There are several reasons to model water on your Model Railroad.  Water was here before trains.  Railroads followed the line of least resistance, normally river beds. Water effects on a model railroad add a scenic touch, getting lots of “oohs and Ahs”. Water effects are easy to model and add life to a scene, whether a large river, a meandering stream or a puddle. 

Study the prototype.  The more you understand the subject the better the model will be. Water in nature takes on many colors, surface textures and movement.  Man’s interplay with water adds unique details and artifacts to a scene.  Some of the artifacts are detrimental to the environment but an interesting addition to any modeling scene. 

Take Reference pictures: Remember what you see is more so the surrounding environment that the actual water itself.  The banks, the bottom, the plants in and along the banks, algae and flotsam and jetsam in the “water column,” water movement and finally the water surface itself.

             Prepare the environment carefully first.  The more time you spend on this phase the better your water model will be regardless of the substance you use.

            Prepare the base.  Whether plaster, foam or some other product, it has to support material and provide the necessary contours and banks.

             Prevent leaks.  Ensure your prepared base is leak proof. Most of the current products will seep through the smallest pinhole, creating a mess.  Not recommended for a carpeted train room.  The bed must be absolutely watertight.

            Add the scenery.  Ground texture, soil, rocks, tree limbs and ground cover.  Experiment to get the look you want. 

Some effects:

Seeing the bottom.  Populate your stream or lake with logs, trash, fish, rocks, junk etc before you pour whatever you intend to use.  Note this process does not lend itself to a gloss paint approach. 

Ripples and Waves.  You can produce ripples and waves with applications of gloss gel Medium or Woodland Scenic’s “Water Effects” product applied after the surface is set.
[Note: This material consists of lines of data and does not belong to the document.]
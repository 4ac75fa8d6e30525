"""Step voltages of a sweep, their widths, and thresholds, against sweeps in closed form."""

from __future__ import annotations

from typing import Any

import numpy as np
import pytest
from scipy.optimize import brentq

from wiresolve.errors import InputError
from wiresolve.physics.gate_steps import (
    gate_steps,
    threshold_by_constant_density_V,
    threshold_by_extrapolation_V,
    threshold_by_first_level_V,
)
from wiresolve.units import KB


def sweep(count: int) -> tuple[Any, Any, Any]:
    """Two levels that fall, ever more slowly, with the gate voltage; the third never arrives."""
    voltage = np.linspace(0.0, 1.0, count)
    offsets = np.array([0.10, 0.17, 0.60])
    energy = offsets - 0.3 * np.log1p(voltage)[:, None]
    coupling = np.repeat(0.3 / (1 + voltage)[:, None], 3, axis=1)
    return voltage, energy, coupling


def test_crossings_widths_and_bars() -> None:
    voltage, energy, coupling = sweep(21)
    found = gate_steps(voltage, energy, coupling, np.full(energy.shape, 1e-5), 4.2)
    exact = np.exp(np.array([0.10, 0.17]) / 0.3) - 1
    assert found.voltage_V[:2] == pytest.approx(exact, rel=1e-7)
    assert found.coupling[:2] == pytest.approx(0.3 / (1 + exact), rel=1e-5)
    # 4 ln(1 + sqrt 2) kT is the width of -df/dE
    assert found.width_V[:2] == pytest.approx(3.52549434807817 * KB * 4.2 * (1 + exact) / 0.3, rel=1e-5)
    assert found.error_V[:2] == pytest.approx(1e-5 * (1 + exact) / 0.3, rel=1e-5)
    assert np.isnan([found.voltage_V[2], found.width_V[2], found.error_V[2]]).all()
    assert threshold_by_first_level_V(found) == found.voltage_V[0]


def test_crossings_converge_with_the_fourth_power_of_the_spacing() -> None:
    exact = np.exp(0.17 / 0.3) - 1
    errors = []
    for count in (6, 11, 21, 41):
        voltage, energy, coupling = sweep(count)
        errors.append(abs(gate_steps(voltage, energy, coupling, 0 * energy, 4.2).voltage_V[1] - exact))
    assert errors[-1] < errors[0] / 8**3.2


def test_a_failed_point_is_passed_over_and_a_cold_step_is_sharp() -> None:
    voltage, energy, coupling = sweep(41)
    energy[17] = np.nan
    found = gate_steps(voltage, energy, coupling, 0 * coupling, 0.0)
    assert found.voltage_V[:2] == pytest.approx(np.exp(np.array([0.10, 0.17]) / 0.3) - 1, rel=1e-6)
    assert found.width_V[:2].tolist() == [0, 0]


def test_a_sweep_that_starts_above_or_hits_a_point() -> None:
    voltage = np.array([0.0, 0.5, 1.0])
    energy = np.array([[0.05], [0.0], [-0.05]])
    found = gate_steps(voltage, energy, np.full((3, 1), 0.1), np.zeros((3, 1)), 1.0)
    assert found.voltage_V[0] == pytest.approx(0.5, abs=1e-15)
    below = gate_steps(voltage, energy - 1, np.full((3, 1), 0.1), np.zeros((3, 1)), 1.0)
    assert np.isnan(threshold_by_first_level_V(below))


def test_extrapolation_of_a_line_and_of_a_rounded_start() -> None:
    voltage = np.linspace(0, 1, 201)
    assert threshold_by_extrapolation_V(voltage, 3 * (voltage - 0.3), np.full(201, 3.0)) == pytest.approx(0.3)
    # softplus: its tangent far above the start meets zero there
    eta = (voltage - 0.4) / 0.01
    found = threshold_by_extrapolation_V(voltage, np.logaddexp(0, eta), 1 / (1 + np.exp(-eta)) / 0.01)
    assert found == pytest.approx(0.4, abs=1e-12)
    with pytest.raises(InputError, match="positive somewhere"):
        threshold_by_extrapolation_V(voltage, voltage, -voltage)


def test_constant_density() -> None:
    voltage = np.linspace(0, 1, 11)
    density = 1e-6 * np.exp(voltage / 0.05)
    assert threshold_by_constant_density_V(voltage, density, 1e-3) == pytest.approx(0.05 * np.log(1e3), rel=1e-12)
    curved = np.logaddexp(0, (voltage - 0.4) / 0.03)
    exact = brentq(lambda v: np.logaddexp(0, (v - 0.4) / 0.03) - 0.1, 0, 1)
    assert threshold_by_constant_density_V(voltage, curved, 0.1) == pytest.approx(exact, abs=0.01)
    assert np.isnan(threshold_by_constant_density_V(voltage, density, 1e9))
    with pytest.raises(InputError, match="at_per_nm"):
        threshold_by_constant_density_V(voltage, density, 0.0)


@pytest.mark.parametrize("voltage", [[0.0], [0.0, 0.0], [1.0, 0.0]])
def test_bad_sweeps_are_refused(voltage: Any) -> None:
    column = np.zeros((len(voltage), 1))
    with pytest.raises(InputError, match="gate_voltage_V"):
        gate_steps(voltage, column, column, column, 4.2)
    with pytest.raises(InputError, match="coupling"):
        gate_steps([0.0, 1.0], np.zeros((2, 2)), np.zeros((2, 1)), np.zeros((2, 2)), 4.2)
Wakes. Use a gel product or clear caulk with touches of white  paint.

Rapids, and water falls.  Use a combination of gels, white fiber fill (pillow stuffing) and painted highlights.  Also WS water effects products , can produce an effective waterfall. 

How we prepared the river on the LG&W

The surface of the river was prepared by poring and smoothing plaster for an even surface.  The banks were made from sand and  “Sculpti-mold” to form a textured surface. The banks and surrounding ground was painted an earth color and covered with appropriate colors of ground foam, held by a diluted glue and water solution.  Scenic materials, ground foam, twigs, rocks, bushes etc were added to give “life” to the bank areas. The center of the river was spray painted a dark blue-black color and the edges were sprayed with a light earth/mud color.  

After the paint had thoroughly dried, two coats of artist’s Gloss Medium were applied and allowed to dry.  Ripples and waves were then made with Artist’s Heavy Gloss Gel Medium, using a spatula or palette knife.  After these “ripples” had dried, several coats of Min-Wax Acrylic Varnish were painted onto the surface and final details were added. 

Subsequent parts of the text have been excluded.